Grade bei einfachen Seiten ist die aufruf Geschwindigkeit enorm, wodurch man das gut mit php machen kann, da kaum auffällt, dass die ganze Seite neugeladen wird^^

Ich persönlich verwende auch keine Frames, weil ichs so gelernt hab^^
Allerdings ist es mit Frames vermutlich etwas einfacher nen ordentliches Layout hinzubekommen...
Aber wer nen bissl Mühe nicht scheut ist ohne Frames gut bedient^^


----------



## Sven Mintel (22. September 2007)

Frames sind bspw. eine gute Möglichkeit, fremde Inhalte einzubinden(z.B. Werbung )

Ich sehe da eine Menge Anwendungsbereiche....schaut euch bspw. Gmail, MSDN, Typo3, PHPMyAdmin oder Confixx an.... die werden schon ihre Gründe haben, dass sie Frames verwenden.

PHP-Includes sind ja gut und schön, aber wenn man mal den Blick auf die Performance richtet, sind die Vorteile von Frames nicht von der Hand zu weisen.
Wenn man den Hauptaugenmerk auf das Aussehen richtet, dann mögen Frames oftmals weniger schick sein...aber es gibt halt noch mehr Gesichtspunkte als eine hübsche Fassade.


----------



## Tyg3r (22. September 2007)

Hi,

man sollte noch einen weiteren Gesichtspunkt berücksichtigen:
Die neuen Vorgaben durch das W3C z.B für XHTML erlauben keine Frames mehr
(In "ferner Zeit" ~10 jahren werden Browser sicher keine Frames mehr unterstützen).

Es ist zunächst zu entscheiden, für wen/was die Homepage denn sein soll.

Für die Hobby-Anwendung (eigener Blog, kleine Webseite über die Haustiere etc.) kann man natürlich noch mit Frames arbeiten.

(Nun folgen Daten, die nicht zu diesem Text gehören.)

def tabbables(page: Page) -> list[str]:
    """Every element the Tab key should reach, in document order (one stop per radio group)."""
    keys: list[str] = page.evaluate(
        """() => {
            const all = [...document.querySelectorAll(
                'a[href], button, input, select, textarea, summary, [tabindex]')];
            all.forEach((el, i) => { el.dataset.tabkey = String(i); });
            const seen = new Set();
            const out = [];
            all.forEach((el, i) => {
                if (el.disabled || el.tabIndex < 0 || !el.checkVisibility()) return;
                if (el.closest('dialog:not([open]), template')) return;
                if (el.type === 'radio') {
                    // A group is one stop: its checked radio, else its first.
                    if (seen.has(el.name)) return;
                    seen.add(el.name);
                    const on = all.find(
                        (r) => r.type === 'radio' && r.name === el.name && r.checked);
                    if (on) { out.push(on.dataset.tabkey); return; }
                }
                out.push(String(i));
            });
            return out;
        }"""
    )
    return keys


def test_tab_goes_through_the_page_top_to_bottom_with_visible_focus(clinic: Clinic) -> None:
    page = clinic.page
    sign_in(page, clinic.token)
    clinic.settle()
    # Leaving a required field empty shows its error (and a "Go to" button in the summary),
    # so a first pass over the page settles what is there; the second pass is checked.
    page.locator(".skip").focus()
    for _ in range(len(tabbables(page)) * 3):
        page.keyboard.press("Tab")
        if page.evaluate("document.activeElement === document.body"):
            break
    clinic.settle()
    expected = tabbables(page)
    # Start where a keyboard user starts: the first stop of the page (the skip link).
    page.locator(".skip").focus()
    visited = [page.evaluate("document.activeElement.dataset.tabkey")]
    for _ in range(len(expected) * 5):
        page.keyboard.press("Tab")
        key, outline = page.evaluate(
            """() => { const el = document.activeElement;
                       const s = getComputedStyle(el);
                       return [el.dataset.tabkey || el.tagName,
                               s.outlineStyle + ' ' + s.outlineWidth]; }"""
        )
        if visited[-1] != key:
            visited.append(key)
            # Every stop shows where the focus is: a solid outline of 2 px or more.
            assert outline.startswith("solid"), (key, outline)
            assert float(outline.split()[1].removesuffix("px")) >= 2, (key, outline)
        if key == expected[-1]:
            break
    assert visited == expected


def run_axe(page: Page) -> list[dict[str, Any]]:
    """axe-core's WCAG 2.1 A and AA rules and its best practices (one h1, every part in a
    landmark: the rules page-has-heading-one and region); moderate findings count too."""
    page.add_script_tag(path=str(AXE))
    result = page.evaluate(
        """async () => await axe.run(document, {
            runOnly: {type: 'tag', values: ['wcag2a', 'wcag2aa', 'wcag21a', 'wcag21aa',
                                            'best-practice']}})"""
    )
    violations: list[dict[str, Any]] = result["violations"]
    return [v for v in violations if v["impact"] in ("moderate", "serious", "critical")]


def test_axe_finds_no_moderate_serious_or_critical_violations(
    browser: Browser, tmp_path: Path
) -> None:
    if not AXE.exists():
        missing("axe-core is missing (npm install --no-save --prefix tests/.node axe-core@4)")
    app = build_app(f"sqlite:///{tmp_path / 'capnote.sqlite3'}", lambda: NOW)
    token = new_token(app, "clinician", NOW)
    with live_server(app) as base:
        # axe is injected as a script, which the page's CSP would refuse: this context only.
        context, page = open_form(browser, base, bypass_csp=True)
        try:
            page.goto(f"{base}/")
            expect(page.locator("body")).to_have_attribute("data-ready", "true")
            states = {"signed out": run_axe(page)}
            sign_in(page, token)
            fill_routine(page)
            key_in(page, page.get_by_label("Setting 1: Energy per pulse"), "8", replace=True)
            choose(page, "Pulse mode", "Burst")
            type_label(page, "Pulses per burst", "2")
            choose(page, "Which contact lens", "Another lens")
            type_label(page, "Lens name", "wide-view lens")
            tick(page, "Glare")
            press(page, "Add a dilating drop")
            type_label(page, "Dilating drop 1: Drop and strength", "tropicamide 1 %")
            pick(page, "High myopia", "Yes")
            press(page, "Add a complication")
            choose(page, "Complication 1: Kind", "IOL pits or marks")
            press(page, "Add a pit position (complication 1)")
            type_label(page, "Pit 1: x, to patient's right", "0.4")
            type_label(page, "Pit 1: y, upwards", "0.2")
            expect(
                page.locator(".finding-inline[data-code=pulse-energy-above-usual]")
            ).to_be_visible()
            page.wait_for_timeout(800)
            states["note with findings"] = run_axe(page)
            press(page, "Sign as final…")
            expect(page.get_by_role("dialog")).to_be_visible()
            states["sign dialog"] = run_axe(page)
        finally:
            context.close()
    summary = {
        state: [(v["id"], v["impact"], [n["target"] for n in v["nodes"]][:3]) for v in found]
        for state, found in states.items()
        if found
    }
    assert summary == {}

Entwickelt man jedoch eine Homepage die etwas mehr bieten soll (und lässt sich das im Ideal-Fall noch bezahlen  ), dann sollte man doch von Frames absehen.
Grundsätzlich gilt, die richtige HTML/XHTML Version im Vorraus zu ermitteln und sich dann auch an die Vorgaben des W3C zu halten - Es gibt genug "grausame" Webseiten im iNet ^^

Folgende Webseite von mir verzichtet z.B ganz auf Frames und hält sich an das W3C.
Und Dynamische Inhalte sind mit etwas Erfahrung auch ohne Frames zu realisieren.
http://www.feg-rebland.de

... auch dieses Forum hier arbeitet ohne Frames ... 

Gruß tyg3r


----------



## Dennis Wronka (22. September 2007)

DrOverflow hat gesagt.:


> Denk zB mal an die einfach gemachten, statischen Seiten, wo es meist auf der linken Seite oder oben eine Navigationsleiste gibt - in so einem Fall würde ich Frames bevorzugen, da du, sollte sich ein Link ändern, nur eine Seite ändern musst.





matthiasschnueriger hat gesagt.:


> Ich würde dort eher mit PHP-Includes arbeiten, damit können Seiten-Bereiche (z.B. Navigation, Inhalt, Fusszeile) auch getrennt werden. Im Gegensatz zu Frames ist diese Variante wesentlich Suchmaschinenfreundlicher, da jeweils nur 1 File erzeugt wird.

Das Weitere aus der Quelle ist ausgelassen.